Market Information Service

Towards greater transparency in the tropical timber markets

The ITTO Tropical Timber Market (TTM) Report, an output of the ITTO Market Information Service (MIS), is published in English every two weeks with the aim of improving transparency in the international tropical timber market. The TTM provides market trends and trade news from around the world, as well as indicative prices for over 400 tropical timber and added-value products.



1-15 March 2010

Top story

Wood promotion in public buildings

Further details of the content of the Bill from Japan’s Ministry of Agriculture, Forestry and Fisheries promoting wood use in public buildings have been reported in the Japan Lumber Reports (JLR).

The Bill is said to be aimed at raising the use of wood in low rise public buildings from the present level of 7.5% to 20-30%. This, according to the Forestry Agency, could increase wood consumption by between 700-800 thousand cubic metres annually.

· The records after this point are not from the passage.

"""Compiled loop (numba) of the thermodynamic level sums with occupation probabilities.

:meth:`sahaboltz.kernels.partition.PartitionModel.pair_log_derivatives` needs, per (state,
species) pair, ln U and its first and second derivatives in (ln T, ln n_e).  With occupation
weights every level term needs the weight and four of its derivatives; in numpy each is a
pass over a temporary array.  This loop keeps a term in registers.  The formulas are those
of :func:`sahaboltz.kernels.occupation.log_w_charged_derivatives` (the numpy reference, which
runs without numba or with SAHABOLTZ_NO_NUMBA=1); tests/test_thermodynamics.py checks that
both agree.

Most levels of a pair have s = P q far inside the radius of convergence of the series of
the weight in s (as in the compiled solver, :mod:`sahaboltz.equilibrium.compiled_newton`):
where a (temperature, species) is shared by several pairs, its levels up to where s reaches
_SERIES_REACH of that radius are summed as the series, from running sums of
g exp(-E/kT) q^m (E/kT)^k formed once for the (temperature, species); only the levels above
one by one (on the 200 x 200 benchmark grid 12.8 of 80 levels per pair).
"""

from __future__ import annotations

import numpy as np

from sahaboltz.kernels import compiled as _compiled

__all__ = ["available", "occupation_log_derivative_sums"]

#: terms of the series of the level weights in s (see _series_sums)
SERIES_ORDER = 12
# levels with s below this fraction of the series' radius of convergence are summed as the
# series: its terms fall at least ~30-fold, so that the second derivatives' m^2 growth still
# leaves the twelfth term below 1e-16
_SERIES_REACH = 0.03
# a series stops at terms below this fraction of the sums
_NEGLIGIBLE = 1e-17
# a (temperature, species) gets running sums when at least this many pairs share it
_MIN_SHARE = 3


def available() -> bool:
    return _compiled.available()


def _level_sums(table, tb, e, q, lo, n, bk, pk, ak, bbk, a1k, b1k, a2k, b2k, shift):
    """The weighted moments of ``n`` levels of one pair: their Boltzmann factors from
    ``table[tb]`` (hard-sphere weights included), energies and Stark factors from
    ``e[lo]``, ``q[lo]``; with P = 0 every weight is 1 (s = 0) and they are the plain
    Boltzmann moments.  A loop without branches or exponentials, which the compiler
    vectorizes (indices, not slices: a slice costs reference counting per pair)."""
    s0 = 0.0
    se = 0.0
    see = 0.0
    sde = 0.0
    sd = 0.0
    sed = 0.0
    sdd = 0.0
    for j in range(n):
        sv = pk * q[lo + j]
        s2 = sv * sv
        inv = 1.0 / (1.0 + sv * (ak * sv + bbk))
        g_s = 2.0 * ak * s2 + bbk * sv
        g_a = a1k * s2 + b1k * sv
        g_aa = (a1k + a2k) * s2 + (b1k + b2k) * sv
        g_sa = 2.0 * a1k * s2 + b1k * sv
        w_t = 0.5 * g_a * inv
        w_n = -(g_s + g_a * (1.0 / 6.0)) * inv
        w_tt = -0.25 * g_aa * inv + w_t * w_t
        w_tn = 0.5 * (g_sa + g_aa * (1.0 / 6.0)) * inv + w_t * w_n
        be = bk * e[lo + j]
        term = table[tb + j] * inv
        ec = be + w_t - shift
        s0 += term
        se += term * ec
        see += term * ec * ec
        sde += term * (w_tt - be)
        sd += term * w_n
        sed += term * ec * w_n
        sdd += term * w_tn
    return s0, se, see, sde, sd, sed, sdd


def _series_sums(pre, base, pk, ak, bbk, a1k, b1k, a2k, b2k):
    """The weighted sums of the levels below ``base`` (running sums ``pre`` from there) as
    the series of w = 1 / (1 + B s + A s^2) in s = P q, w = sum_m tau_m s^m with
    tau_0 = 1, tau_1 = -B, tau_m = -B tau_(m-1) - A tau_(m-2).

    A and B depend on the state through a alone (d ln a / d ln T = -1/2,
    d ln a / d ln n_e = 1/6) and P is proportional to n_e, so with ' = a d/da
    (B' = b1, B'' = b1 + b2, likewise A) the coefficient of q^m is P^m tau_m and
    d/d ln T -> -tau'/2, d/d ln n_e -> m tau + tau'/6, d2/d ln T^2 -> tau''/4,
    d2/d ln T d ln n_e -> -(m tau' + tau''/6)/2.  Returns (W0, W0e, W0ee, WT, WTe, WN, WNe,
    WTT, WTN): sum g exp(-E/kT) X e^k for X = w, dw/d ln T, dw/d ln n_e and the second
    derivatives, e = E/kT above the species' first level."""
    m1 = SERIES_ORDER + 1
    bd, bdd = b1k, b1k + b2k
    ad, add = a1k, a1k + a2k
    w0 = w0e = w0ee = wt = wte = wn = wne = wtt = wtn = 0.0
    tv, td, tdd = 1.0, 0.0, 0.0                     # tau_m and its a-derivatives
    pv, pd, pdd = 0.0, 0.0, 0.0                     # tau_(m-1)
    pm = 1.0
    quiet = 0
    for m in range(m1):
        o = (base * m1 + m) * 3
        z0 = pm * pre[o]
        z1 = pm * pre[o + 1]
        z2 = pm * pre[o + 2]
        w0 += tv * z0
        w0e += tv * z1
        w0ee += tv * z2
        wt -= 0.5 * td * z0
        wte -= 0.5 * td * z1
        dn = m * tv + td * (1.0 / 6.0)
        wn += dn * z0
        wne += dn * z1
        wtt += 0.25 * tdd * z0
        wtn -= 0.5 * (m * td + tdd * (1.0 / 6.0)) * z0
        # the derivatives grow as m and m^2 times the term: two terms in a row below
        # _NEGLIGIBLE of the sums end the series
        mag = (abs(tv) * (m + 1) + abs(td) + abs(tdd)) * (z0 + z2)
        if mag <= _NEGLIGIBLE * (w0 + w0ee):
            quiet += 1
            if quiet == 2:
                break
        else:
            quiet = 0
        # tau_(m+1) = -B tau_m - A tau_(m-1), differentiated twice in ln a
        nv = -(bbk * tv + ak * pv)
        nd = -(bd * tv + bbk * td + ad * pv + ak * pd)
        ndd = -(bdd * tv + 2.0 * bd * td + bbk * tdd + add * pv + 2.0 * ad * pd + ak * pdd)
        pv, pd, pdd = tv, td, tdd
        tv, td, tdd = nv, nd, ndd
        pm *= pk
    return w0, w0e, w0ee, wt, wte, wn, wne, wtt, wtn


def _series_split(tidx, sidx, p_, a_, b_, nn4, start, count, e, q, beta_u, offset, table,
                  slot, n_slots):
    """Which levels of each pair are summed as the series of their weights: the first
    ``j0[k]`` (s below _SERIES_REACH of the radius of convergence; q rises with the level),
    for (temperature, species) that at least _MIN_SHARE pairs share (their running sums cost
    more than the levels of fewer pairs); the running sums S_m^k = sum g exp(-E/kT) q^m e^k
    over those levels (e = E/kT above the first level), ``pre``, kept at the levels where
    some pair's series ends, and each pair's row of them ``at_k`` (-1: no series).  ``slot``:
    each pair's (temperature, species) among ``n_slots``, whose levels start at ``offset``
    in ``table``."""
    npair = tidx.size
    m1 = SERIES_ORDER + 1
    uses = np.zeros(n_slots, dtype=np.int64)
    for k in range(npair):
        uses[slot[k]] += 1
    j0 = np.zeros(npair, dtype=np.int64)
    at_k = np.full(npair, -1, dtype=np.int64)
    if npair == 0 or uses.max() < _MIN_SHARE:
        return j0, at_k, np.empty(0)
    j_max = np.zeros(n_slots, dtype=np.int64)
    last = np.full(n_slots, -1, dtype=np.int64)   # the previous pair's count of the slot
    lims = np.empty(p_.size)                      # per state: the end of the series in s
    for i in range(p_.size):
        lims[i] = _SERIES_REACH * _compiled.series_radii(a_[i], b_[i])[0]
    for k in range(npair):
        o = slot[k]
        i = sidx[k]
        if nn4[i] != 0.0 or uses[o] < _MIN_SHARE:
            continue
        lim = lims[i]
        pk = p_[i]
        s = start[k]
        c = count[k]
        j = last[o]
        if j < 0:                              # levels with P q <= lim: a prefix
            lo, hi = 0, c
            while lo < hi:
                mid = (lo + hi) // 2
                if pk * q[s + mid] <= lim:
                    lo = mid + 1
                else:
                    hi = mid
            j = lo
        else:   # walked from the previous pair of the slot (often the neighbouring state)
            while j < c and pk * q[s + j] <= lim:
                j += 1
            while j > 0 and pk * q[s + j - 1] > lim:
                j -= 1
        last[o] = j
        j0[k] = j
        if j > j_max[o]:
            j_max[o] = j
    # the running sums are kept only at the levels where some pair's series ends
    pre_at = np.empty(n_slots, dtype=np.int64)
    total = 0
    for o in range(n_slots):
        pre_at[o] = total
        total += j_max[o]
    row = np.full(total, -1, dtype=np.int64)
    n_rows_kept = 0
    for k in range(npair):
        if j0[k] > 0:
            r = pre_at[slot[k]] + j0[k] - 1
            if row[r] < 0:
                row[r] = n_rows_kept
                n_rows_kept += 1
            at_k[k] = row[r]
    pre = np.empty(n_rows_kept * m1 * 3)
    acc = np.empty(m1 * 3)
    pw = np.empty(m1)
    done = np.zeros(n_slots, dtype=np.bool_)
    for k in range(npair):
        o = slot[k]
        if j_max[o] == 0 or done[o]:
            continue
        done[o] = True
        bk = beta_u[tidx[k]]
        s = start[k]
        e0 = e[s]
        tb = offset[k]
        acc[:] = 0.0
        for j in range(j_max[o]):
            tv = table[tb + j]
            ev = bk * (e[s + j] - e0)
            qv = q[s + j]
            pw[0] = tv
            for m in range(1, m1):
                pw[m] = pw[m - 1] * qv
            for m in range(m1):
                acc[3 * m] += pw[m]
                acc[3 * m + 1] += pw[m] * ev
                acc[3 * m + 2] += pw[m] * (ev * ev)
            r = row[pre_at[o] + j]
            if r >= 0:
                pre[r * m1 * 3:(r + 1) * m1 * 3] = acc
    return j0, at_k, pre


def _sums(tidx, rows, sidx, beta_u, p_, a_, b_, a1, b1, a2, b2, nn4, start, count, e, lng,
          lng_max, q, r3, n_rows, out):
    """The Boltzmann factors g exp(-beta E) / g_max depend on the temperature and the level
    alone: they are computed once for each (temperature ``tidx[k]``, species ``rows[k]``)
    that occurs (as in :mod:`sahaboltz.kernels.compiled`), then every pair's loop needs no
    exponential (but for neutral perturbers' hard-sphere weights).  The low levels of pairs
    that share a (temperature, species) are summed as series (:func:`_series_sums`), the
    rest one by one.  The state factors (P, A, B, their curvatures, nn4) are given per state,
    pair k's at ``sidx[k]``."""
    npair = tidx.size
    offset, table, slot, n_slots = _compiled._boltzmann_table(tidx, rows, beta_u, start,
                                                              count, e, lng, lng_max, n_rows)
    j0, at_k, pre = _series_split(tidx, sidx, p_, a_, b_, nn4, start, count, e, q, beta_u,
                                  offset, table, slot, n_slots)
    for k in range(npair):
        bk = beta_u[tidx[k]]
        i = sidx[k]
        pk, ak, bbk, a1k, b1k, a2k, b2k = p_[i], a_[i], b_[i], a1[i], b1[i], a2[i], b2[i]
        lo = start[k]
        jk = j0[k]
        n = count[k] - jk
        shift = bk * e[lo]
        if nn4[i] != 0.0:   # (every level one by one here: jk = 0)
            hard = table[offset[k]:offset[k] + n] * np.exp(-nn4[i] * r3[lo:lo + n])
            s0, se, see, sde, sd, sed, sdd = _level_sums(
                hard, np.uint64(0), e, q, np.uint64(lo), np.uint64(n), bk, pk, ak, bbk, a1k,
                b1k, a2k, b2k, shift)
        else:
            s0, se, see, sde, sd, sed, sdd = _level_sums(
                table, np.uint64(offset[k] + jk), e, q, np.uint64(lo + jk), np.uint64(n), bk,
                pk, ak, bbk, a1k, b1k, a2k, b2k, shift)
        see += sde
        sed += sdd
        if jk > 0:
            w0, w0e, w0ee, wt, wte, wn, wne, wtt, wtn = _series_sums(
                pre, at_k[k], pk, ak, bbk, a1k, b1k, a2k, b2k)
            # in the one-by-one sums' terms: e + d ln w / d ln T and its square, and
            # sum w (d2 ln w / d ln T^2 - E/kT) = WTT - sum w w_t^2 - (W0e + shift W0)
            s0 += w0
            se += w0e + wt
            see += w0ee + 2.0 * wte + wtt - (w0e + shift * w0)
            sd += wn
            sed += wne + wtn
        inv0 = 1.0 / s0
        me = se * inv0
        md = sd * inv0
        out[0, k] = np.log(s0) + lng_max[rows[k]]
        out[1, k] = me + shift
        out[2, k] = md
        out[3, k] = see * inv0 - me * me
        out[4, k] = sed * inv0 - me * md


if _compiled.numba is not None:  # pragma: no branch
    # error_model="numpy": a division cannot raise (no branch per level), so the level loop
    # is vectorized; the sums may be reordered (no NaN or inf arises in them)
    # (called per pair, they allocate nothing: no reference counts, see borrowing_jit)
    _level_sums = _compiled.borrowing_jit(
        cache=True, nogil=True, error_model="numpy",
        fastmath={"reassoc", "contract", "arcp", "nsz"})(_level_sums)
    _series_sums = _compiled.borrowing_jit(cache=True, nogil=True, error_model="numpy")(
        _series_sums)
    _series_split = _compiled.numba.njit(cache=True, nogil=True, error_model="numpy")(
        _series_split)
    _sums_jit = _compiled.numba.njit(cache=True, nogil=True, error_model="numpy")(_sums)


def occupation_log_derivative_sums(tidx, rows, beta_u, stark, curv, nn, start, count, e, lng,
                                   lng_max, q, r3, n_rows, states=None):
    """(ln U, U_T, U_n, U_TT, U_Tn) per pair, the rows of one (5, pairs) array; ``tidx``
    indexes each pair's temperature among the distinct ones (1/kT in ``beta_u``), ``rows``
    its species among ``n_rows``;
    ``stark`` = (P, A, B) and ``curv`` = (a A', a B', a^2 A'', a^2 B'') per pair, or per state
    with ``states`` (pair k belongs to state ``states[k]``; no gathers to the pairs)
    (:mod:`sahaboltz.kernels.occupation`), ``nn`` the neutral-perturber density likewise or
    None, ``start``/``count`` each pair's levels, ``lng_max`` the largest ln g per species."""
    n = tidx.size
    out = np.empty((5, n))
    f64 = [np.ascontiguousarray(v, dtype=float) for v in (beta_u, *stark, *curv)]
    n_state = f64[1].size
    nn4 = (np.zeros(n_state) if nn is None
           else (4.0 * np.pi / 3.0) * np.ascontiguousarray(nn, dtype=float))
    sidx = np.arange(n) if states is None else states
    i64 = [np.ascontiguousarray(v, dtype=np.int64) for v in (tidx, rows, sidx)]
    _sums_jit(*i64, *f64, nn4, np.ascontiguousarray(start, dtype=np.int64),
              np.ascontiguousarray(count, dtype=np.int64), e, lng,
              np.ascontiguousarray(lng_max, dtype=float), q, r3, int(n_rows), out)
    return out


def plain_log_derivative_sums(tidx, rows, beta_u, start, count, e, lng, lng_max, q, r3, n_rows):
    """The same sums with every weight 1 (partition functions of T alone): the loop above
    with P = 0, so that s = 0 and every weight term vanishes."""
    zero = np.zeros(1)
    return occupation_log_derivative_sums(tidx, rows, beta_u, (zero,) * 3, (zero,) * 4, None,
                                          start, count, e, lng, lng_max, q, r3, n_rows,
                                          states=np.zeros(tidx.size, dtype=np.int64))
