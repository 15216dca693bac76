"""Compiled loop (numba) of the thermodynamic level sums with occupation probabilities.

:meth:`sahaboltz.kernels.partition.PartitionModel.pair_log_derivatives` needs, per (state,
species) pair, ln U and its first and second derivatives in (ln T, ln n_e).  With occupation
weights every level term needs the weight and four of its derivatives; in numpy each is a
pass over a temporary array.  This loop keeps a term in registers.  The formulas are those
of :func:`sahaboltz.kernels.occupation.log_w_charged_derivatives` (the numpy reference, which
runs without numba or with SAHABOLTZ_NO_NUMBA=1); tests/test_thermodynamics.py checks that
both agree.
"""

from __future__ import annotations

import numpy as np

from sahaboltz.kernels import compiled as _compiled

__all__ = ["available", "occupation_log_derivative_sums"]


def available() -> bool:
    return _compiled.available()


def _sums(beta, p_, a_, b_, a1, b1, a2, b2, nn4, start, count, e, lng, q, r3, out):
    for k in range(beta.size):
        bk, pk, ak, bbk = beta[k], p_[k], a_[k], b_[k]
        a1k, b1k, a2k, b2k, nk = a1[k], b1[k], a2[k], b2[k], nn4[k]
        lo, hi = start[k], start[k] + count[k]
        top = -1e300
        for lv in range(lo, hi):
            v = lng[lv] - bk * e[lv]
            if v > top:
                top = v
        shift = bk * e[lo]
        s0 = 0.0
        se = 0.0
        see = 0.0
        sde = 0.0
        sd = 0.0
        sed = 0.0
        sdd = 0.0
        for lv in range(lo, hi):
            sv = pk * q[lv]
            s2 = sv * sv
            g = sv * (ak * sv + bbk)
            inv = 1.0 / (1.0 + g)
            g_s = 2.0 * ak * s2 + bbk * sv
            g_a = a1k * s2 + b1k * sv
            g_aa = (a1k + a2k) * s2 + (b1k + b2k) * sv
            g_sa = 2.0 * a1k * s2 + b1k * sv
            w_t = 0.5 * g_a * inv
            w_n = -(g_s + g_a / 6.0) * inv
            w_tt = -0.25 * g_aa * inv + w_t * w_t
            w_tn = 0.5 * (g_sa + g_aa / 6.0) * inv + w_t * w_n
            be = bk * e[lv]
            term = np.exp(lng[lv] - be - top - nk * r3[lv]) * inv
            ec = be + w_t - shift
            s0 += term
            se += term * ec
            see += term * ec * ec
            sde += term * (w_tt - be)
            sd += term * w_n
            sed += term * ec * w_n
            sdd += term * w_tn
        inv0 = 1.0 / s0
        me = se * inv0
        md = sd * inv0
        out[0, k] = np.log(s0) + top
        out[1, k] = me + shift
        out[2, k] = md
        out[3, k] = see * inv0 - me * me + sde * inv0
        out[4, k] = sed * inv0 - me * md + sdd * inv0


if _compiled.numba is not None:  # pragma: no branch
    _sums_jit = _compiled.numba.njit(cache=True, nogil=True)(_sums)


def occupation_log_derivative_sums(beta, stark, curv, nn, start, count, e, lng, q, r3):
    """(ln U, U_T, U_n, U_TT, U_Tn) per pair; ``stark`` = (P, A, B) and ``curv`` =
    (a A', a B', a^2 A'', a^2 B'') per pair (:mod:`sahaboltz.kernels.occupation`), ``nn`` the
    neutral-perturber density per pair or None, ``start``/``count`` each pair's levels."""
    n = beta.size
    out = np.empty((5, n))
    nn4 = np.zeros(n) if nn is None else (4.0 * np.pi / 3.0) * np.asarray(nn, dtype=float)
    f64 = [np.ascontiguousarray(v, dtype=float) for v in (beta, *stark, *curv)]
    _sums_jit(*f64, nn4, np.ascontiguousarray(start, dtype=np.int64),
              np.ascontiguousarray(count, dtype=np.int64), e, lng, q, r3, out)
    return tuple(out)
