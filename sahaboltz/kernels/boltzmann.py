"""Boltzmann level populations within one ionization stage, and their inverse.

n_i / N_r = g_i w_i exp(-E_i / kT) / U_r, with U_r and w_i from the chosen truncation (see
:mod:`sahaboltz.kernels.partition`).  Levels are addressed by their index in the species'
level table (``species.levels``), or selected by energy window, configuration or term label.
Levels that are not bound (autoionizing, above the ionization energy) or that the truncation
removes have population 0.

The inverse, :func:`excitation_temperature`, turns an observed population ratio of two levels
(or two sets of levels) into the temperature of the Boltzmann distribution that gives it.
"""

from __future__ import annotations

import fnmatch
from typing import Any, Sequence

import numpy as np

from sahaboltz.constants import K_B_EV
from sahaboltz.data.species import Species
from sahaboltz.errors import InputError
from sahaboltz.kernels.partition import (_model_for, _resolve, default_truncation,
                                         species_lowering)
from sahaboltz.quantities import as_array, as_positive_array

__all__ = ["select_levels", "level_populations", "level_fraction", "level_ratio",
           "excitation_temperature"]

Selection = Any  # int, sequence of int, slice, or dict of criteria (see select_levels)


def select_levels(species, *, index: Any = None, energy_range_ev: Sequence[float] | None = None,
                  configuration: str | None = None, term: str | None = None,
                  j: str | None = None, bound_only: bool = True,
                  argument: str = "levels") -> np.ndarray:
    """Indices (into ``species.levels``) of the levels matching every given criterion.

    Parameters
    ----------
    species : str, (Z, charge) or Species
    index : int, sequence of int or slice, optional
        Level indices in the species' level table (0 = ground level).
    energy_range_ev : (float, float), optional
        Keep levels with lo <= E <= hi [eV].
    configuration, term, j : str, optional
        Labels as in the level table.  A label equal to the text is matched exactly;
        otherwise the text is a shell-style pattern ("*4s2*", "?5D").  Blanks around the
        labels are ignored.
    bound_only : bool
        Drop levels that are not bound (default True).
    argument : str
        Name used in error messages.

    Raises
    ------
    InputError
        An index out of range, a malformed window, or a selection that matches nothing.
    """
    sp = _resolve(species)
    n = len(sp.levels)
    keep = np.ones(n, dtype=bool)
    given = []
    if index is not None:
        given.append("index")
        mask = np.zeros(n, dtype=bool)
        if isinstance(index, slice):
            mask[index] = True
        else:
            idx = np.atleast_1d(np.asarray(index))
            if idx.dtype.kind not in "iu":
                raise InputError(f"{argument}: index must be integers, got {index!r}")
            if ((idx < -n) | (idx >= n)).any():
                raise InputError(f"{argument}: index {idx[(idx < -n) | (idx >= n)][0]} is out of "
                                 f"range; {sp.name} has {n} tabulated levels (0..{n - 1})")
            mask[idx] = True
        keep &= mask
    if energy_range_ev is not None:
        given.append("energy_range_ev")
        try:
            lo, hi = (float(v) for v in energy_range_ev)
        except (TypeError, ValueError):
            raise InputError(f"{argument}: energy_range_ev must be (low, high) in eV, "
                             f"got {energy_range_ev!r}") from None
        if not (np.isfinite(lo) and np.isfinite(hi)) or hi < lo:
            raise InputError(f"{argument}: energy_range_ev must be finite with low <= high, "
                             f"got ({lo}, {hi})")
        e = sp.levels.energy_ev
        keep &= (e >= lo) & (e <= hi)
    for label, pattern in (("configuration", configuration), ("term", term), ("j", j)):
        if pattern is None:
            continue
        given.append(label)
        values = getattr(sp.levels, label)
        pat = str(pattern).strip()
        labels = [str(v).strip() for v in values]
        exact = np.array([v == pat for v in labels], dtype=bool)
        # labels hold '*' (odd parity) themselves: an exact match wins over wildcards, so
        # "2P*" does not also pick the even "2P"
        keep &= exact if exact.any() else np.array(
            [fnmatch.fnmatchcase(v, pat) for v in labels], dtype=bool)
    if not given:
        raise InputError(f"{argument}: give at least one of index, energy_range_ev, "
                         "configuration, term or j")
    if bound_only:
        before = keep.any()
        keep &= sp.bound
        if before and not keep.any():
            raise InputError(f"{argument}: the selection ({', '.join(given)}) matches only "
                             f"levels of {sp.name} that are not bound (autoionizing or above "
                             "the ionization energy)")
    if not keep.any():
        raise InputError(f"{argument}: the selection ({', '.join(given)}) matches no level of "
                         f"{sp.name}; list its levels with 'sahaboltz levels'")
    return np.flatnonzero(keep)


def _selection(species, sel: Selection, argument: str) -> np.ndarray:
    if isinstance(sel, dict):
        return select_levels(species, argument=argument, **sel)
    return select_levels(species, index=sel, argument=argument)


def level_populations(species, temperature: Any, *, truncation: str | None = None,
                      completion: bool = False, n_e: Any = None, lowering_ev: Any = None,
                      n_neutral: Any = None) -> np.ndarray:
    """Fraction n_i / N of the stage in every tabulated level.

    Returns
    -------
    ndarray
        Shape (len(species.levels),) + state shape; 0 for levels that are not bound or that
        the truncation removes.  With ``completion`` the fractions of the tabulated levels sum
        to less than 1 (the rest sits in the completion levels).
    """
    sp = _resolve(species)
    model = _model_for(species if not isinstance(species, Species) else sp,
                       default_truncation(truncation, n_e, lowering_ev), completion)
    terms, _, ncomp = model.level_terms(sp.name, temperature, n_e,
                                        species_lowering(model, lowering_ev), n_neutral)
    u = terms.sum(axis=0)
    tab = terms[ncomp == 0]
    mask = sp.bound
    bound_idx = np.flatnonzero(mask)[np.argsort(sp.levels.energy_ev[mask], kind="stable")]
    out = np.zeros((len(sp.levels),) + terms.shape[1:])
    out[bound_idx] = tab / u
    return out


def level_fraction(species, temperature: Any, levels: Selection = None, *,
                   truncation: str | None = None, completion: bool = False, n_e: Any = None,
                   lowering_ev: Any = None, n_neutral: Any = None, **criteria) -> np.ndarray:
    """Fraction of the stage in a level or a set of levels.

    Parameters
    ----------
    levels : int, sequence of int, slice or dict, optional
        Level indices, or a dict of :func:`select_levels` criteria.  Criteria may also be
        given as keywords (``configuration="3d6.4s"``, ``energy_range_ev=(0, 1)``...).
    """
    if levels is not None and criteria:
        raise InputError("levels: give either a selection or keyword criteria, not both")
    sel = _selection(species, levels if levels is not None else criteria, "levels")
    pops = level_populations(species, temperature, truncation=truncation,
                             completion=completion, n_e=n_e, lowering_ev=lowering_ev,
                             n_neutral=n_neutral)
    return pops[sel].sum(axis=0)


def level_ratio(species, temperature: Any, upper: Selection, lower: Selection, *,
                truncation: str | None = None, completion: bool = False, n_e: Any = None,
                lowering_ev: Any = None, n_neutral: Any = None) -> np.ndarray:
    """Population ratio n(upper) / n(lower) of two levels or two sets of levels.

    Raises
    ------
    InputError
        If the truncation empties the lower set (ratio undefined).
    """
    iu = _selection(species, upper, "upper")
    il = _selection(species, lower, "lower")
    pops = level_populations(species, temperature, truncation=truncation,
                             completion=completion, n_e=n_e, lowering_ev=lowering_ev,
                             n_neutral=n_neutral)
    nl = pops[il].sum(axis=0)
    if (nl <= 0).any():
        raise InputError("lower: the truncation removes every level of the lower set at some "
                         "of the given states, so the ratio is undefined")
    return pops[iu].sum(axis=0) / nl


def excitation_temperature(species, ratio: Any, upper: Selection, lower: Selection) -> np.ndarray:
    """Excitation temperature [K] from an observed population ratio n(upper) / n(lower).

    For single levels T = (E_u - E_l) / (k ln(g_u n_l / (g_l n_u))); for sets of levels the
    ratio of the summed Boltzmann terms is inverted numerically (bisection in ln T).
    Occupation probabilities are not included (w = 1).

    Parameters
    ----------
    ratio : float or array_like
        Observed n(upper) / n(lower), per state (populations, not line intensities).
    upper, lower : selections
        As for :func:`level_ratio`; every upper level must lie above every lower level.

    Raises
    ------
    InputError
        Non-positive or non-finite ratio, overlapping sets, or a ratio that no positive
        temperature gives (population inversion, or above the T -> infinity limit).
    """
    sp = _resolve(species)
    r = as_positive_array(ratio, "", "ratio")
    iu = _selection(sp, upper, "upper")
    il = _selection(sp, lower, "lower")
    e, g = sp.levels.energy_ev, sp.levels.g.astype(float)
    if e[iu].min() <= e[il].max():
        raise InputError("upper, lower: every upper level must lie above every lower level")
    r_inf = g[iu].sum() / g[il].sum()  # the ratio as T -> infinity
    if (r >= r_inf).any():
        raise InputError(f"ratio: {r[r >= r_inf].flat[0]:.6g} is at or above the "
                         f"high-temperature limit g_u/g_l = {r_inf:.6g}; no positive "
                         "temperature gives it (population inversion?)")
    if len(iu) == 1 and len(il) == 1:
        de = e[iu[0]] - e[il[0]]
        return de / (K_B_EV * np.log(r_inf / r))
    # sets: ratio(T) rises monotonically from 0 to r_inf; bisect in ln T, vectorised
    eu, gu, el, gl = e[iu], g[iu], e[il], g[il]
    e0 = el.min()

    def model_ratio(t):
        b = 1.0 / (K_B_EV * t)
        num = (gu * np.exp(-(eu - e0) * b[..., None])).sum(axis=-1)
        den = (gl * np.exp(-(el - e0) * b[..., None])).sum(axis=-1)
        return num / den

    lo = np.full(r.shape, np.log(1e-2))
    hi = np.full(r.shape, np.log(1e9))
    if (model_ratio(np.exp(lo)) > r).any() or (model_ratio(np.exp(hi)) < r).any():
        raise InputError("ratio: outside the range reached between 0.01 K and 1e9 K")
    for _ in range(80):  # 80 halvings of a 25-wide ln T interval: far below 1e-12 relative
        mid = 0.5 * (lo + hi)
        above = model_ratio(np.exp(mid)) > r
        hi = np.where(above, mid, hi)
        lo = np.where(above, lo, mid)
    return np.exp(0.5 * (lo + hi))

The package of support for manufacturers contains legal, financial and technical elements which are still under discussion. The JLR reports that this initiative in the public sector will have a knock-on effect on the private sector leading to a greater use of wood in buildings.

Also in this issue

  • Alternative materials for Malaysian furniture
  • USAID helps interpret Lacy Act in Indonesia
  • Indian housing market lifts timber prices
  • ‘Ghost’ timber companies caught in Pará State
  • Wood promotion in public buildings
  • EU economies under stress
  • Low stock levels in EU
  • Wood Flooring Association’s responsible procurement

Data snapshot

Sawnwood FOB price trends (US Imports)


US imports of tropical hardwood lumber in 2009 were down -33% year on year. Only Teak imports have held up and are similar to last levels achieved in 2008. The combination of higher demand from buyers in Asia and low lumber production in some areas, especially South America, has resulted in price increased for tropical lumber in the US market. Currently, US demand for tropical hardwood lumber remains weak despite low inventories.